## [EXERCISE REQUIREMENTS]
Please repeat the line that has "3], label: 'TO" and all lines after it, exactly as they appear, through the end of the entries.
*** Block opens ***
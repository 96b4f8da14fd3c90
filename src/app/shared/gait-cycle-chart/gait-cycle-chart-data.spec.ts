import type { SideCycleCurves } from '../../../kinematics/gait-cycle';
import { cycleDatasets, markerText, toeOffLines, withAlpha } from './gait-cycle-chart-data';

const curves: SideCycleCurves = {
  side: 'right',
  strides: 2,
  curves: [{ key: 'thighDeg', mean: Array.from({ length: 101 }, (_, i) => i / 10), sd: Array.from({ length: 101 }, () => 2), strides: 2 }],
  toeOff: { meanPct: 35.714, sdPct: 1.25, strides: 2 },
  otherContact: null,
  excluded: [],
};

describe('gait-cycle chart data', () => {
  it('a band (mean ± SD, filled between) and the mean line per series, baseline dashed and lighter', () => {
    const ds = cycleDatasets(
      [
        { id: 'b', label: 'Baseline · right', side: 'right', curves, secondary: true, markerLabel: 'TO baseline' },
        { id: 'r', label: 'Re-test · right', side: 'right', curves, markerLabel: 'TO re-test' },
      ],
      'thighDeg',
    );
    expect(ds).toHaveLength(6);
    expect(ds[0]!.data[50]).toEqual({ x: 50, y: 7 }); // 5 + 2
    expect(ds[1]!.data[50]).toEqual({ x: 50, y: 3 }); // 5 − 2
    expect(ds[0]!.fill).toBe('+1');
    expect(ds[2]!.label).toBe('Baseline · right (2 strides)');
    expect(ds[2]!.borderDash).toEqual([7, 4]);
    expect(ds[5]!.borderDash).toEqual([]);
    expect(ds[5]!.borderColor).toBe('#E08A1E');
    expect(cycleDatasets([{ id: 'r', label: 'R', side: 'right', curves, markerLabel: 'TO R' }], 'kneeFlexionDeg')).toEqual([]);
  });

  it('toe-off markers and words', () => {
    expect(toeOffLines([{ id: 'l', label: 'Left', side: 'left', curves, markerLabel: 'TO L' }], 'thighDeg')).toEqual([
      { pct: 35.714, colour: '#7B4FD6', dash: [6, 3], label: 'TO L' },
    ]);
    expect(markerText('toe-off', curves.toeOff)).toBe('toe-off 35.7% ± 1.3%');
    expect(markerText('toe-off', { meanPct: 40, sdPct: 0, strides: 1 })).toBe('toe-off 40.0%');
    expect(markerText('toe-off', null)).toBe('toe-off not marked');
    expect(withAlpha('#E08A1E', 0.5)).toBe('rgba(224, 138, 30, 0.5)');
  });
});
*** Block closes ***
## [ANSWER BOX]
      { pct: 35.714, colour: '#7B4FD6', dash: [6, 3], label: 'TO L' },
    ]);
    expect(markerText('toe-off', curves.toeOff)).toBe('toe-off 35.7% ± 1.3%');
    expect(markerText('toe-off', { meanPct: 40, sdPct: 0, strides: 1 })).toBe('toe-off 40.0%');
    expect(markerText('toe-off', null)).toBe('toe-off not marked');
    expect(withAlpha('#E08A1E', 0.5)).toBe('rgba(224, 138, 30, 0.5)');
  });
});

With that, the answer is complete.